This one is taller with greater internodal distances, possibly male? I will put it into a smaller 30L pot when it's ready. Because if it is a male, I will use it for pollen so no need for it to grow large. In fact, if I can verify that it is a male before up-potting to the final pot, then I will consider putting into a smaller 20L pot to make it easier to limit it's future size. It's FIM growth is larger than #1, and I have applied some additional LST to bend the stem over a bit, and LST to keep the other top node shoots closer to horizontal.

#3 Purple Honduras/Panama♀️xPurple Honduras♂️
Honduran sativa with purple Colombian phenotype combined with Panama sativa and re-crossed to a Purple Honduras. Said to be initially, clean, energetic, euphoric, and leading on to dreamy, psychedelic, blissful.

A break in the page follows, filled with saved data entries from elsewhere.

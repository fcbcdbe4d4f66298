"""Provenance in results.json, the analysis copy and the report header
(issue 8 item 2).

Every hash is recomputed here with :mod:`hashlib` (SHA-256, FIPS 180-4) from
the bytes the test wrote; versions come from the libraries themselves
(``numpy.__version__``, ``scipy.__version__``,
``platform.python_version()``).
"""

from __future__ import annotations

import hashlib
import json
import platform
import textwrap
from pathlib import Path

import numpy
import pytest
import scipy
from analysis_helpers import ANALYSIS, BANDS, MEASUREMENTS

import doseattr
from doseattr.cli import main

STRATA = "stratum,cases\nNorth,120\nSouth,80\n"
SUBFOLDER = ANALYSIS.replace('"bands.csv"', '"tables/bands.csv"') + textwrap.dedent("""
    [uncertainty]
    draws = 200
    seed = 77

    [burden]
    table = "tables/strata.csv"
    """)


def _sha(data: bytes) -> str:
    return hashlib.sha256(data).hexdigest()


def _case(folder: Path) -> Path:
    (folder / "tables").mkdir(parents=True)
    (folder / "tables" / "bands.csv").write_text(BANDS)
    (folder / "tables" / "strata.csv").write_text(STRATA)
    (folder / "measurements.csv").write_text(MEASUREMENTS)
    path = folder / "analysis.toml"
    path.write_text(SUBFOLDER)
    return path


@pytest.fixture(scope="module")
def run(tmp_path_factory):
    base = tmp_path_factory.mktemp("prov")
    path = _case(base / "case")
    out = base / "out"
    argv = ["run", str(path), "--out", str(out), "--quiet"]
    assert main(argv) == 0
    return path, out, argv, json.loads((out / "results.json").read_text())


def test_versions_command_and_seed(run):
    _, _, argv, d = run
    p = d["provenance"]
    assert p["doseattr_version"] == doseattr.__version__ == d["doseattr_version"]
    assert p["python"] == platform.python_version()
    assert p["numpy"] == numpy.__version__ and p["scipy"] == scipy.__version__
    assert p["command"] == ["doseattr", *argv]
    assert p["seed"] == 77 == d["uncertainty"]["seed"]
    assert not [k for k in p if any(w in k for w in ("time", "date", "utc"))]


def test_analysis_and_table_hashes(run):
    path, _, _, d = run
    p = d["provenance"]
    assert p["analysis_source"] == "file" and p["analysis_file"] == "analysis.toml"
    assert p["analysis_sha256"] == _sha(path.read_bytes())
    folder = path.parent
    expected = [("[curve] key 'table'", "tables/bands.csv"),
                ("[exposure] key 'table'", "measurements.csv"),
                ("[burden] key 'table'", "tables/strata.csv")]
    assert [(t["key"], t["path"]) for t in p["input_tables"]] == expected
    for t in p["input_tables"]:
        assert t["sha256"] == _sha((folder / t["path"]).read_bytes())


def test_analysis_copy_and_manifest(run):
    path, out, _, d = run
    copy = (out / "analysis.toml").read_bytes()
    assert copy == path.read_bytes()
    assert _sha(copy) == d["provenance"]["analysis_sha256"]
    listed = {f["path"]: f["sha256"] for f in
              json.loads((out / "manifest.json").read_text())["files"]}
    assert listed["analysis.toml"] == _sha(copy)
    assert "written_utc" in json.loads((out / "manifest.json").read_text())


def test_report_header_shows_version_and_hash(run):
    _, out, _, d = run
    html = (out / "report.html").read_text(encoding="utf-8")
    header = html[html.index("<header>"):html.index("</header>")]
    sha = d["provenance"]["analysis_sha256"]
    assert f"doseattr {doseattr.__version__}" in header
    assert f"<code title='{sha}'>{sha[:12]}</code>" in header


def test_same_command_gives_identical_results_json(run):
    """The provenance holds no time stamp: rerunning the same command into
    the same folder gives the same bytes."""
    _, out, argv, _ = run
    first = (out / "results.json").read_bytes()
    assert main(argv) == 0
    assert (out / "results.json").read_bytes() == first


def test_changed_table_changes_its_hash(tmp_path):
    path = _case(tmp_path / "case")
    from doseattr.analysis.config import load_analysis
    from doseattr.analysis.provenance import provenance

    before = provenance(load_analysis(path))
    (path.parent / "measurements.csv").write_text(MEASUREMENTS + "30.0,1\n")
    after = provenance(load_analysis(path))
    assert before["input_tables"][0] == after["input_tables"][0]
    assert before["input_tables"][1]["sha256"] != after["input_tables"][1]["sha256"]
    assert after["input_tables"][1]["sha256"] == _sha((path.parent / "measurements.csv")
                                                       .read_bytes())
    assert before["command"] == "python-api" and before["analysis_sha256"] == after[
        "analysis_sha256"]


def test_outcome_tables_are_listed(tmp_path):
    from doseattr.analysis.config import load_analysis
    from doseattr.analysis.provenance import provenance

    (tmp_path / "a.csv").write_text(STRATA)
    (tmp_path / "b.csv").write_text(STRATA.replace("120", "121"))
    path = tmp_path / "analysis.toml"
    path.write_text(textwrap.dedent("""\
        unit = "ug/m3"
        [exposure]
        gm = 9.0
        gsd = 2.0
        [[outcome]]
        name = "A"
        [outcome.curve]
        model = "linear"
        err = 0.03
        [outcome.burden]
        table = "a.csv"
        [[outcome]]
        name = "B"
        [outcome.curve]
        model = "log-linear"
        rr = 1.1
        per = 10
        [outcome.burden]
        table = "b.csv"
        """))
    p = provenance(load_analysis(path))
    assert [(t["key"], t["path"], t["sha256"]) for t in p["input_tables"]] == [
        (f"[[outcome]] {i} [outcome.burden] key 'table'", name,
         _sha((tmp_path / name).read_bytes())) for i, name in ((1, "a.csv"), (2, "b.csv"))]
    assert p["seed"] is None


def test_dictionary_analysis(tmp_path):
    """analysis_from_dict: the hash is of the dictionary's canonical JSON
    (sorted keys, no spaces, UTF-8), which is also what is copied, as
    analysis.json."""
    from doseattr.analysis.config import analysis_from_dict
    from doseattr.analysis.pipeline import run_analysis

    (tmp_path / "bands.csv").write_text(BANDS)
    d = {"unit": "ug/m3", "title": "Dictionary µ",
         "curve": {"table": "bands.csv", "model": "log-linear"},
         "exposure": {"family": "lognormal", "gm": 9.0, "gsd": 2.0}}
    canonical = json.dumps(d, sort_keys=True, separators=(",", ":"),
                           ensure_ascii=False).encode("utf-8")
    results = run_analysis(analysis_from_dict(d, base_dir=tmp_path))
    p = results.to_dict()["provenance"]
    assert p["analysis_source"] == "python-dict" and p["analysis_file"] is None
    assert p["analysis_sha256"] == _sha(canonical)
    assert p["command"] == "python-api" and p["seed"] is None
    assert p["input_tables"] == [{"key": "[curve] key 'table'", "path": "bands.csv",
                                  "sha256": _sha(BANDS.encode())}]
    out = tmp_path / "out"
    results.write(out, figures=False)
    assert (out / "analysis.json").read_bytes() == canonical
    assert not (out / "analysis.toml").exists()


def test_large_files_hashed_side_by_side_give_the_same_digests(tmp_path, monkeypatch):
    """Source: hashlib.sha256 of each file's whole bytes. Files above the
    hash-once size are hashed in threads at once (hash_large_files), in
    reused 4 MiB buffers: the digests are those of the bytes, an uneven
    length included, and a changed file (new stat signature) is hashed
    again."""
    from doseattr.analysis import provenance as prov

    monkeypatch.setattr(prov, "HASH_ONCE_BYTES", 1 << 10)
    monkeypatch.setattr(prov, "_HASHED", {})
    rng = numpy.random.default_rng(12)
    paths = []
    for k, size in enumerate((5 << 20, (4 << 20) + 3, 2000, 100)):
        path = tmp_path / f"f{k}.bin"
        path.write_bytes(rng.integers(0, 256, size, dtype=numpy.uint8).tobytes())
        paths.append(str(path))
    prov.hash_large_files(paths)
    assert len(prov._HASHED) == 3  # the three files above the (patched) size
    for path in paths:
        assert prov.sha256_file(path) == hashlib.sha256(Path(path).read_bytes()).hexdigest()
    Path(paths[0]).write_bytes(b"changed" * 300)
    prov.hash_large_files(paths)
    assert prov.sha256_file(paths[0]) == hashlib.sha256(b"changed" * 300).hexdigest()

#4 Malawi/Ethiopian♀️x Mulanje♂️
Ethiopian and African strains can be high in THCV, although I cannot confirm that for what I am growing, but nonetheless it is interesting to note. This has been described as strong, euphoric, laughing grass, for which I think there will often be times when that could be my cup of tea.

My aims with this grow are to
  • maintain stealthiness,
  • make some seeds, ideally some Mulanje,
  • probably prune off more weaker growth this grow to focus on bigger colas which would allow less extra canopy to manage, as it can become a PITA for maintenance when it is crowded on the balcony.
  • If I can balance all the above ok, then I'll consider some drought training too, as my one real experience of (unplanned) drought training was really encouraging (small ceramic pot in hot summer), I still rate it as being the plant which gave me the stickiest and strongest buds I have ever grown.
  • make some cobs from the Sativas

Any suggestions/comments all welcome, as it's only through the experience of so many other good folks that I have any chance at all of growing these wonderful plants.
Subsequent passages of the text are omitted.